Luke 9:23-24 Then he said to them all: "If anyone would come after me, he must deny himself and take up his cross daily and follow me. For whoever wants to save his life will lose it, but whoever loses his life for me will save it.

You MUST take up your cross DAILY and follow Jesus.

I believe that we are saved by grace, through faith; when we accept Jesus into our heart, as our personal Saviour! It is because of this surrender, that we are inspired to do the work that God has designed for each and every one of us!:thumbsup::thumbsup:

Please point to “accepting Jesus into your heart as your personal Savior” in the Bible.

I would not argue with your reservation, except to say that clearly we are incapable to walk in His ways all the time. We sin, sometimes gravely, and the Spirit does not desert us in that instant. He gives us time to confess, and come back to Him. It is not an excuse to fall away intentionally, but He is patient. That’s what I meant by eventually.

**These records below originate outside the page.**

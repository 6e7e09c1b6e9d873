"""The designs of one electrical design of four discrete parts (``solve.classquads``): its
value choices grouped by exact cost, each group's choices nearest the middle of the resistance
window first, less those whose nominal values cannot meet the input-impedance floor or whose
parts fail the value checks (output noise, input impedance).
"""

from __future__ import annotations

import math
from collections.abc import Callable, Iterator, Sequence
from dataclasses import dataclass
from typing import Any

import numpy as np
from numpy.typing import NDArray

from ..analysis.checks import check_input_impedance, check_output_noise
from ..analysis.formulas import common_mode_input_resistance, differential_input_resistance
from ..catalog import Catalog
from ..design import Design, Placement
from ..parts import DiscretePart
from ..spec import Spec
from .discrete import DiscreteBlock
from .frontier import cached_part

__all__ = [
    "CostGroup",
    "ValueChoices",
    "lines_cost",
    "nominal_impedance_reaches",
    "value_checks_pass",
]

Array = NDArray[np.float64]


@dataclass(frozen=True)
class CostGroup:
    """Value choices of one quadruple at one exact cost: value-index pairs of each half, row by
    row."""

    quad: tuple[int, int, int, int]
    first: NDArray[np.int64]
    second: NDArray[np.int64]


class ValueChoices:
    """The value choices of the electrical designs ``solve.classquads.ClassQuadSearch`` finds, as
    designs in exact cost order; ``stop()`` ends a group early."""

    def __init__(
        self,
        spec: Spec,
        catalog: Catalog,
        block: DiscreteBlock,
        stop: Callable[[], bool],
        part_cost: Array,
        line_charge: Array,
    ) -> None:
        self._spec, self._catalog, self._block, self._stop = spec, catalog, block, stop
        # Per class: a part's cost with its placement, and the cost of each BOM line of it.
        self._part_cost, self._line_charge = part_cost, line_charge
        # Parts looked up once (a table row costs a tenth of a millisecond, and a search can
        # place the same parts in many designs).
        self._part_cache: dict[int, DiscretePart] = {}
        prefs = spec.preferences
        values = block.values if block.values.size else np.ones(1)
        low_ohm = max(prefs.resistance_min_ohm, float(values.min()))
        high_ohm = min(prefs.resistance_max_ohm, float(values.max()))
        self._middle_ohm = math.sqrt(low_ohm * max(high_ohm, low_ohm))

    def cost_groups(
        self, quad: tuple[int, int, int, int], first: NDArray[np.int64], second: NDArray[np.int64]
    ) -> list[tuple[float, CostGroup]]:
        """The value choices of one electrical design grouped by exact cost (``optimizer.cost``:
        parts, placements, one line per distinct part id, the stock penalty once per line of an
        unstocked part), each group's choices those nearest the middle of the resistance window
        first."""
        block = self._block
        rows_a = np.column_stack([block.part_row[quad[0], first[:, 0]],
                                  block.part_row[quad[1], first[:, 1]]])  # fmt: skip
        rows_b = np.column_stack([block.part_row[quad[2], second[:, 0]],
                                  block.part_row[quad[3], second[:, 1]]])  # fmt: skip
        r1, r2 = rows_a[:, 0][:, None], rows_a[:, 1][:, None]
        r3, r4 = rows_b[:, 0][None, :], rows_b[:, 1][None, :]
        new = [
            np.ones((first.shape[0], second.shape[0]), dtype=bool),
            np.broadcast_to(r2 != r1, (first.shape[0], second.shape[0])),
            (r3 != r1) & (r3 != r2),
            (r4 != r1) & (r4 != r2) & (r4 != r3),
        ]
        parts = float(sum(self._part_cost[c] for c in quad))
        charges = [float(self._line_charge[c]) for c in quad]
        cost = parts + lines_cost(charges, [n.astype(float) for n in new])
        middle = math.log(self._middle_ohm)
        near = (
            np.abs(np.log(block.values[first[:, 0]]) - middle)[:, None]
            + np.abs(np.log(block.values[second[:, 0]]) - middle)[None, :]
        )
        flat_cost, flat_near = np.ravel(cost), np.ravel(near)
        order = np.lexsort((flat_near, flat_cost))
        floor = self._spec.requirements.min_input_impedance_ohm
        if floor > 0.0:  # value choices whose nominal impedance is below the floor cannot pass
            v = block.values
            reach = np.ravel(
                nominal_impedance_reaches(
                    v[first[:, 0]][:, None], v[second[:, 0]][None, :], v[second[:, 1]][None, :],
                    floor,
                )
            )  # fmt: skip
            order = order[reach[order]]
            if order.size == 0:
                return []
        groups: list[tuple[float, CostGroup]] = []
        levels = flat_cost[order]
        starts = np.r_[0, np.flatnonzero(np.diff(levels) > 1e-12 * (1.0 + abs(levels[0]))) + 1]
        ends = np.r_[starts[1:], levels.size]
        for s, e in zip(starts.tolist(), ends.tolist(), strict=True):
            picked = order[s:e]
            ia, ib = np.divmod(picked, second.shape[0])
            groups.append((float(levels[s]), CostGroup(quad, first[ia], second[ib])))
        return groups

    def designs(self, group: CostGroup) -> Iterator[Design]:
        """The designs of one cost group, in its order."""
        for at in range(0, group.first.shape[0], 64):  # a few at a time: groups can be large
            yield from self._designs_at(group, at, at + 64)

    def _designs_at(self, group: CostGroup, start: int, stop: int) -> Iterator[Design]:
        """Designs ``start`` to ``stop`` of one cost group, less those that fail the spec's
        output-noise ceiling or input-impedance floor: the exact checks themselves
        (``analysis.checks``), which read the values and the parts' spreads and nothing the
        Monte Carlo reads, so a design they turn down fails the exact check whatever its
        yield (the stream would only count it as rejected). Dominance stays sound for them: a
        part no looser than another at its value has value ranges inside the other's at every
        operating corner and stage of life, so the lowest impedance and the highest noise over
        those corners are no worse."""
        block, spec = self._block, self._spec
        req = spec.requirements
        screened = req.max_output_noise_v_rms is not None or req.min_input_impedance_ohm > 0.0
        quad = group.quad
        firsts, seconds = group.first[start:stop].tolist(), group.second[start:stop].tolist()
        for (k1, k2), (k3, k4) in zip(firsts, seconds, strict=True):
            if self._stop():
                return
            rows = (
                block.part_row[quad[0], k1],
                block.part_row[quad[1], k2],
                block.part_row[quad[2], k3],
                block.part_row[quad[3], k4],
            )
            design = Design(
                tuple(  # type: ignore[arg-type]
                    Placement(f"R{i + 1}", cached_part(self._catalog, int(row), self._part_cache))
                    for i, row in enumerate(rows)
                )
            )
            if screened and not value_checks_pass(design, spec):
                continue
            yield design


def value_checks_pass(design: Design, spec: Spec) -> bool:
    """The spec's output-noise ceiling and input-impedance floor (``analysis.checks``; each
    passes when the spec sets none)."""
    return check_output_noise(design, spec).passed and all(
        o.passed for o in check_input_impedance(design, spec)
    )


def nominal_impedance_reaches(
    r1: Array, r3: Array, r4: Array, floor_ohm: float
) -> NDArray[np.bool_]:
    """Whether nominal values can meet an input-impedance floor (ohms; no REF impedance):
    ``R1 + R3 ≥ Z`` and ``R1·(R3 + R4)/(R1 + R3) ≥ Z`` (``analysis.formulas``:
    ``differential_input_resistance``, ``common_mode_input_resistance``), each less a relative
    1e-9 against rounding. Necessary for ``analysis.checks.check_input_impedance``: both
    resistances are monotone in each value (the common-mode one rises with R1 and R4, and with
    R3 exactly when R1 > R4), so their least value over the box of a design's operating
    corners, which holds the nominal values, lies at a corner and is at most the nominal one."""
    floor = floor_ohm * (1.0 - 1e-9)
    differential = differential_input_resistance(r1, r3)
    common = common_mode_input_resistance(r1, r3, r4)
    return np.asarray((differential >= floor) & (common >= floor), dtype=bool)


def lines_cost(charges: Sequence[float], counts: Sequence[Any]) -> Any:
    """The BOM lines' cost (relative units): ``Σ countᵢ·chargeᵢ`` over the classes, each
    ``chargeᵢ`` the line cost plus the stock penalty when the class is not stocked
    (``optimizer.cost``), each ``countᵢ`` (a number or an array) its lines. When every charge
    is the same it is ``charge·Σ countᵢ``, the floats the line cost alone gave."""
    if len(set(charges)) == 1:
        return charges[0] * sum(counts)
    return sum(count * charge for count, charge in zip(counts, charges, strict=True))
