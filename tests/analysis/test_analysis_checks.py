"""The other checks (optimizer.analysis.checks) against sources outside the project.

Sources named beside each check:
- Boltzmann constant: ``scipy.constants.k`` (CODATA 2018, exact in the 2019 SI).
- Johnson-Nyquist noise e = sqrt(4kTR): textbook formula, evaluated here with scipy's k.
- Input impedance and noise superposition: independent nodal analyses solved with sympy in this
  file (they never call the helpers under test), and an ngspice ``.noise`` run.
- Gain-bandwidth, full-power bandwidth, derating: textbook worked examples and common practice.
- Ranges, ratings, offset: hand computations written out beside each case.
- Extra-low-voltage limits 60 V DC / 30 V rms: common practice.
"""

from __future__ import annotations

import math
import subprocess
from functools import cache
from pathlib import Path

import numpy as np
import pytest
import sympy as sp
from scipy import constants

from optimizer.analysis import formulas, operating
from optimizer.analysis.checks import Outcome, run_checks
from optimizer.analysis.formulas import (
    closed_loop_bandwidth,
    common_mode_input_resistance,
    derated_power,
    differential_input_resistance,
    full_power_bandwidth,
    johnson_noise_density,
    output_noise_terms,
    required_bandwidth,
    rss,
    single_pole_magnitude,
)
from optimizer.analysis.safety import safety_cautions
from optimizer.design import Design, Placement
from optimizer.errors import ModelError
from optimizer.parts import Amplifier, DiscretePart, NetworkPart, RailSpan
from optimizer.spec import (
    DriftModel,
    Rails,
    Reference,
    Requirements,
    Signal,
    SourceImpedance,
    Spec,
)

# ---------------------------------------------------------------------------------------------
# Builders (dataclasses constructed directly)
# ---------------------------------------------------------------------------------------------


def part(
    ohms: float,
    *,
    tol: float = 0.0,
    tc: float = 0.0,
    size: str = "0603",
    power: float = 0.1,
    vmax: float = 75.0,
) -> DiscretePart:
    return DiscretePart(f"X{ohms:g}", ohms, tol, tc, size, power, vmax, 1.0)


def design(r1: float, r2: float, r3: float, r4: float, **kw: float | str) -> Design:
    names = ("R1", "R2", "R3", "R4")
    return Design(
        tuple(Placement(n, part(r, **kw)) for n, r in zip(names, (r1, r2, r3, r4), strict=True))  # type: ignore[arg-type]
    )


def amplifier(**kw: object) -> Amplifier:
    """An ideal amplifier (infinite gain and CMRR, no offset or noise) unless overridden."""
    fields: dict[str, object] = {
        "name": "ideal",
        "cmrr_db": math.inf,
        "open_loop_gain_db": math.inf,
        "gbw_hz": 1e6,
        "slew_v_per_s": 1e6,
        "offset_v": 0.0,
        "bias_a": 0.0,
        "voltage_noise_v_rthz": 0.0,
        "current_noise_a_rthz": 0.0,
        "input_span": RailSpan(0.0, 0.0),
        "output_span": RailSpan(0.0, 0.0),
    }
    fields.update(kw)
    return Amplifier(**fields)  # type: ignore[arg-type]


SPLIT_15V = Rails(15.0, -15.0)
NO_SOURCE = SourceImpedance()
GROUNDED_REF = Reference()


def make_spec(
    *,
    amp: Amplifier | None = None,
    rails: Rails = SPLIT_15V,
    diff: tuple[float, float] = (-1.0, 1.0),
    cm: tuple[float, float] = (0.0, 0.0),
    fmax: float = 1e3,
    source: SourceImpedance = NO_SOURCE,
    ref: Reference = GROUNDED_REF,
    ac: bool = False,
    **req: object,
) -> Spec:
    fields: dict[str, object] = {"gain": 1.0, "gain_accuracy": 0.01, "cmrr_floor_db": 60.0}
    fields.update(req)
    return Spec(
        amplifier=amp or amplifier(),
        rails=rails,
        signal=Signal(diff[0], diff[1], cm[0], cm[1], fmax, source, ac),
        reference=ref,
        requirements=Requirements(**fields),  # type: ignore[arg-type]
    )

I don’t know that much about Calvin to characterize him, but I would be curious as to why you think Luther, (and Catholics) give license to not be the best Christian possible.

Jon

One thing I have always wondered about regarding your POV; you say saved by Grace through faith, then you say *you accept *Jesus into your heart, which makes it sound like you are performing a good work. I guess it is the Lutheran in me which says that without Grace I am not even capable of faith. Even faith is a gift of Grace. So, therefore, I cannot accept Jesus into my heart, but instead receive Him. It is a passive faith. The active faith - sanctification - that ckempston and I have been discussing, leads us to good works, and receiving the sacraments which helps us grow in grace.

Scripture also tells us that we must be Baptized as well. Do you believe this to be the case?